Recorded data
--- START ---

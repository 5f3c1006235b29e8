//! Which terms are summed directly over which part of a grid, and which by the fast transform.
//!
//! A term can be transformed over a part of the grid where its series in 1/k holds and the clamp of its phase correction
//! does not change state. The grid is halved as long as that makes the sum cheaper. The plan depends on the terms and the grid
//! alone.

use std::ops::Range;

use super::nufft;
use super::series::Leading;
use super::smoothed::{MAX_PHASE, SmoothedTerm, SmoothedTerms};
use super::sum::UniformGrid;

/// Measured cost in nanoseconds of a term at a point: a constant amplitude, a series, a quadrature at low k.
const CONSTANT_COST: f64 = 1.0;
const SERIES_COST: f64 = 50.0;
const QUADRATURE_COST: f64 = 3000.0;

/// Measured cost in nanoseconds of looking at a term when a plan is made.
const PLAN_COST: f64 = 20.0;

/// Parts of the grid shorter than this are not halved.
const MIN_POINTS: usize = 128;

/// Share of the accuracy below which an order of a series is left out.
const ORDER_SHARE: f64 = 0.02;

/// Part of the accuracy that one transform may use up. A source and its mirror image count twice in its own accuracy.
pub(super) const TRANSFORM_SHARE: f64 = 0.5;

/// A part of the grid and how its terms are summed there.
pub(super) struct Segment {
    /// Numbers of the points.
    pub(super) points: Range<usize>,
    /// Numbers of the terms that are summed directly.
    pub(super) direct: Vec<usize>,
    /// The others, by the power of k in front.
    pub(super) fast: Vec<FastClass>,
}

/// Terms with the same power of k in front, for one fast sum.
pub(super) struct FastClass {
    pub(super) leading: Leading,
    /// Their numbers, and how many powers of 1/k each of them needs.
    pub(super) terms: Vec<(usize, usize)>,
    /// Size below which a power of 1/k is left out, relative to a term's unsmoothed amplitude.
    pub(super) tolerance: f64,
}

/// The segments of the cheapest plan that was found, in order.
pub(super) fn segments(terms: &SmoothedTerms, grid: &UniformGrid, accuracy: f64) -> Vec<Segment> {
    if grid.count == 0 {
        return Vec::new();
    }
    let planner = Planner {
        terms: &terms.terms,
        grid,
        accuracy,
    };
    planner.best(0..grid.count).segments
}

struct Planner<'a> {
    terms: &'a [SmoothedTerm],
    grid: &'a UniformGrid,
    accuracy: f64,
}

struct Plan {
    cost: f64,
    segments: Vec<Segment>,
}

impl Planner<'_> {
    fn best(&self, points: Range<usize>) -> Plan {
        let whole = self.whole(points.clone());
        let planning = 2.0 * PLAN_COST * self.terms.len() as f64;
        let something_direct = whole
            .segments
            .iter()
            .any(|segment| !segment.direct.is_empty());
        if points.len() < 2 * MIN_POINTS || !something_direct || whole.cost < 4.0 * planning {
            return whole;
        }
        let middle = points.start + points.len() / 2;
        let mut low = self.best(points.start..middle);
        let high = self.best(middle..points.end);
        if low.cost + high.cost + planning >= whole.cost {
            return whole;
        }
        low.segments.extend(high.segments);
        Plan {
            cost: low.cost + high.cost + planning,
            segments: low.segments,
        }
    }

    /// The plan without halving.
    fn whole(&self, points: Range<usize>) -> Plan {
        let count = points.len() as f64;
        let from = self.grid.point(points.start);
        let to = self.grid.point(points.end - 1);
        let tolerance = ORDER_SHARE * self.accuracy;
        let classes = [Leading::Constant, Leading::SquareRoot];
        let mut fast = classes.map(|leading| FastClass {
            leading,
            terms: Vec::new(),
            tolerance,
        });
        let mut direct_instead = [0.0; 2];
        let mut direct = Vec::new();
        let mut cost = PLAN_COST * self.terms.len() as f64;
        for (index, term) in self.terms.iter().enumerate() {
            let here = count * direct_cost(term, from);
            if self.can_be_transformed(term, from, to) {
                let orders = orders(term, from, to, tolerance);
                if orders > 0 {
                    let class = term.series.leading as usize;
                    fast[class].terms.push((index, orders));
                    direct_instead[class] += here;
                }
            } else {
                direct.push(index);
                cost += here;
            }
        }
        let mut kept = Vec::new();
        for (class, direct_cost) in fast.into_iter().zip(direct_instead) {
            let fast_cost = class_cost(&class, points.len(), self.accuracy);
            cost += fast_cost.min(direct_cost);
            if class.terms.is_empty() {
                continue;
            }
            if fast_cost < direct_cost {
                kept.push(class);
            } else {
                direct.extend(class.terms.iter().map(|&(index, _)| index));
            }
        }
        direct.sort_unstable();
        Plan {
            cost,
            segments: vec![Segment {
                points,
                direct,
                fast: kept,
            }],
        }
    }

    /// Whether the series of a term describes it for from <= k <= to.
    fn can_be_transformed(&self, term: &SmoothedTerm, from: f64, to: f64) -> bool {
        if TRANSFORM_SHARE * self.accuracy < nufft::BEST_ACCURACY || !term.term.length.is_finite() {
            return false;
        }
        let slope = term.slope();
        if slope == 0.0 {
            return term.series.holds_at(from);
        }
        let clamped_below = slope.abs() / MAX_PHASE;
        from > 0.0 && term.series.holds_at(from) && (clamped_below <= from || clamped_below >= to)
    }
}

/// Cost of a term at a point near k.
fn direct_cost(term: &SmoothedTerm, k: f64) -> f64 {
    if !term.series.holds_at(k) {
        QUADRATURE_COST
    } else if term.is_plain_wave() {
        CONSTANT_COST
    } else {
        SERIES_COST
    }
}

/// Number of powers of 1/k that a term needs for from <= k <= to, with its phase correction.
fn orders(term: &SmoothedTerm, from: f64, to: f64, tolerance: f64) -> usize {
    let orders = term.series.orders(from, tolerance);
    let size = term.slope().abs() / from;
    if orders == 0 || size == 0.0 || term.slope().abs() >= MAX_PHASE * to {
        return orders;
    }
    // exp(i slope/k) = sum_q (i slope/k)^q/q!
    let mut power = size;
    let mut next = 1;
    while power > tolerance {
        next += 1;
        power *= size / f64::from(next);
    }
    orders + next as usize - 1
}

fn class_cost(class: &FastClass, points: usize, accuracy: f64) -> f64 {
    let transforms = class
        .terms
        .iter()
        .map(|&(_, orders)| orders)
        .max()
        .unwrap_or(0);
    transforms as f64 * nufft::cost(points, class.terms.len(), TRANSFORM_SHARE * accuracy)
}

--- END ---

_Task prompt_
Return all of the entries exactly as they were supplied.

_Task response_
repository 5f3c1006235b29e8
//! Which terms are summed directly over which part of a grid, and which by the fast transform.
//!
//! A term can be transformed over a part of the grid where its series in 1/k holds and the clamp of its phase correction
//! does not change state. The grid is halved as long as that makes the sum cheaper. The plan depends on the terms and the grid
//! alone.

use std::ops::Range;

use super::nufft;
use super::series::Leading;
use super::smoothed::{MAX_PHASE, SmoothedTerm, SmoothedTerms};
use super::sum::UniformGrid;

/// Measured cost in nanoseconds of a term at a point: a constant amplitude, a series, a quadrature at low k.
const CONSTANT_COST: f64 = 1.0;
const SERIES_COST: f64 = 50.0;
const QUADRATURE_COST: f64 = 3000.0;

/// Measured cost in nanoseconds of looking at a term when a plan is made.
const PLAN_COST: f64 = 20.0;

/// Parts of the grid shorter than this are not halved.
const MIN_POINTS: usize = 128;

/// Share of the accuracy below which an order of a series is left out.
const ORDER_SHARE: f64 = 0.02;

/// Part of the accuracy that one transform may use up. A source and its mirror image count twice in its own accuracy.
pub(super) const TRANSFORM_SHARE: f64 = 0.5;

/// A part of the grid and how its terms are summed there.
pub(super) struct Segment {
    /// Numbers of the points.
    pub(super) points: Range<usize>,
    /// Numbers of the terms that are summed directly.
    pub(super) direct: Vec<usize>,
    /// The others, by the power of k in front.
    pub(super) fast: Vec<FastClass>,
}

/// Terms with the same power of k in front, for one fast sum.
pub(super) struct FastClass {
    pub(super) leading: Leading,
    /// Their numbers, and how many powers of 1/k each of them needs.
    pub(super) terms: Vec<(usize, usize)>,
    /// Size below which a power of 1/k is left out, relative to a term's unsmoothed amplitude.
    pub(super) tolerance: f64,
}

/// The segments of the cheapest plan that was found, in order.
pub(super) fn segments(terms: &SmoothedTerms, grid: &UniformGrid, accuracy: f64) -> Vec<Segment> {
    if grid.count == 0 {
        return Vec::new();
    }
    let planner = Planner {
        terms: &terms.terms,
        grid,
        accuracy,
    };
    planner.best(0..grid.count).segments
}

struct Planner<'a> {
    terms: &'a [SmoothedTerm],
    grid: &'a UniformGrid,
    accuracy: f64,
}

struct Plan {
    cost: f64,
    segments: Vec<Segment>,
}

impl Planner<'_> {
    fn best(&self, points: Range<usize>) -> Plan {
        let whole = self.whole(points.clone());
        let planning = 2.0 * PLAN_COST * self.terms.len() as f64;
        let something_direct = whole
            .segments
            .iter()
            .any(|segment| !segment.direct.is_empty());
        if points.len() < 2 * MIN_POINTS || !something_direct || whole.cost < 4.0 * planning {
            return whole;
        }
        let middle = points.start + points.len() / 2;
        let mut low = self.best(points.start..middle);
        let high = self.best(middle..points.end);
        if low.cost + high.cost + planning >= whole.cost {
            return whole;
        }
        low.segments.extend(high.segments);
        Plan {
            cost: low.cost + high.cost + planning,
            segments: low.segments,
        }
    }

    /// The plan without halving.
    fn whole(&self, points: Range<usize>) -> Plan {
        let count = points.len() as f64;
        let from = self.grid.point(points.start);
        let to = self.grid.point(points.end - 1);
        let tolerance = ORDER_SHARE * self.accuracy;
        let classes = [Leading::Constant, Leading::SquareRoot];
        let mut fast = classes.map(|leading| FastClass {
            leading,
            terms: Vec::new(),
            tolerance,
        });
        let mut direct_instead = [0.0; 2];
        let mut direct = Vec::new();
        let mut cost = PLAN_COST * self.terms.len() as f64;
        for (index, term) in self.terms.iter().enumerate() {
            let here = count * direct_cost(term, from);
            if self.can_be_transformed(term, from, to) {
                let orders = orders(term, from, to, tolerance);
                if orders > 0 {
                    let class = term.series.leading as usize;
                    fast[class].terms.push((index, orders));
                    direct_instead[class] += here;
                }
            } else {
                direct.push(index);
                cost += here;
            }
        }
        let mut kept = Vec::new();
        for (class, direct_cost) in fast.into_iter().zip(direct_instead) {
            let fast_cost = class_cost(&class, points.len(), self.accuracy);
            cost += fast_cost.min(direct_cost);
            if class.terms.is_empty() {
                continue;
            }
            if fast_cost < direct_cost {
                kept.push(class);
            } else {
                direct.extend(class.terms.iter().map(|&(index, _)| index));
            }
        }
        direct.sort_unstable();
        Plan {
            cost,
            segments: vec![Segment {
                points,
                direct,
                fast: kept,
            }],
        }
    }

    /// Whether the series of a term describes it for from <= k <= to.
    fn can_be_transformed(&self, term: &SmoothedTerm, from: f64, to: f64) -> bool {
        if TRANSFORM_SHARE * self.accuracy < nufft::BEST_ACCURACY || !term.term.length.is_finite() {
            return false;
        }
        let slope = term.slope();
        if slope == 0.0 {
            return term.series.holds_at(from);
        }
        let clamped_below = slope.abs() / MAX_PHASE;
        from > 0.0 && term.series.holds_at(from) && (clamped_below <= from || clamped_below >= to)
    }
}

/// Cost of a term at a point near k.
fn direct_cost(term: &SmoothedTerm, k: f64) -> f64 {
    if !term.series.holds_at(k) {
        QUADRATURE_COST
    } else if term.is_plain_wave() {
        CONSTANT_COST
    } else {
        SERIES_COST
    }
}

/// Number of powers of 1/k that a term needs for from <= k <= to, with its phase correction.
fn orders(term: &SmoothedTerm, from: f64, to: f64, tolerance: f64) -> usize {
    let orders = term.series.orders(from, tolerance);
    let size = term.slope().abs() / from;
    if orders == 0 || size == 0.0 || term.slope().abs() >= MAX_PHASE * to {
        return orders;
    }
    // exp(i slope/k) = sum_q (i slope/k)^q/q!
    let mut power = size;
    let mut next = 1;
    while power > tolerance {
        next += 1;
        power *= size / f64::from(next);
    }
    orders + next as usize - 1
}

fn class_cost(class: &FastClass, points: usize, accuracy: f64) -> f64 {
    let transforms = class
        .terms
        .iter()
        .map(|&(_, orders)| orders)
        .max()
        .unwrap_or(0);
    transforms as f64 * nufft::cost(points, class.terms.len(), TRANSFORM_SHARE * accuracy)
}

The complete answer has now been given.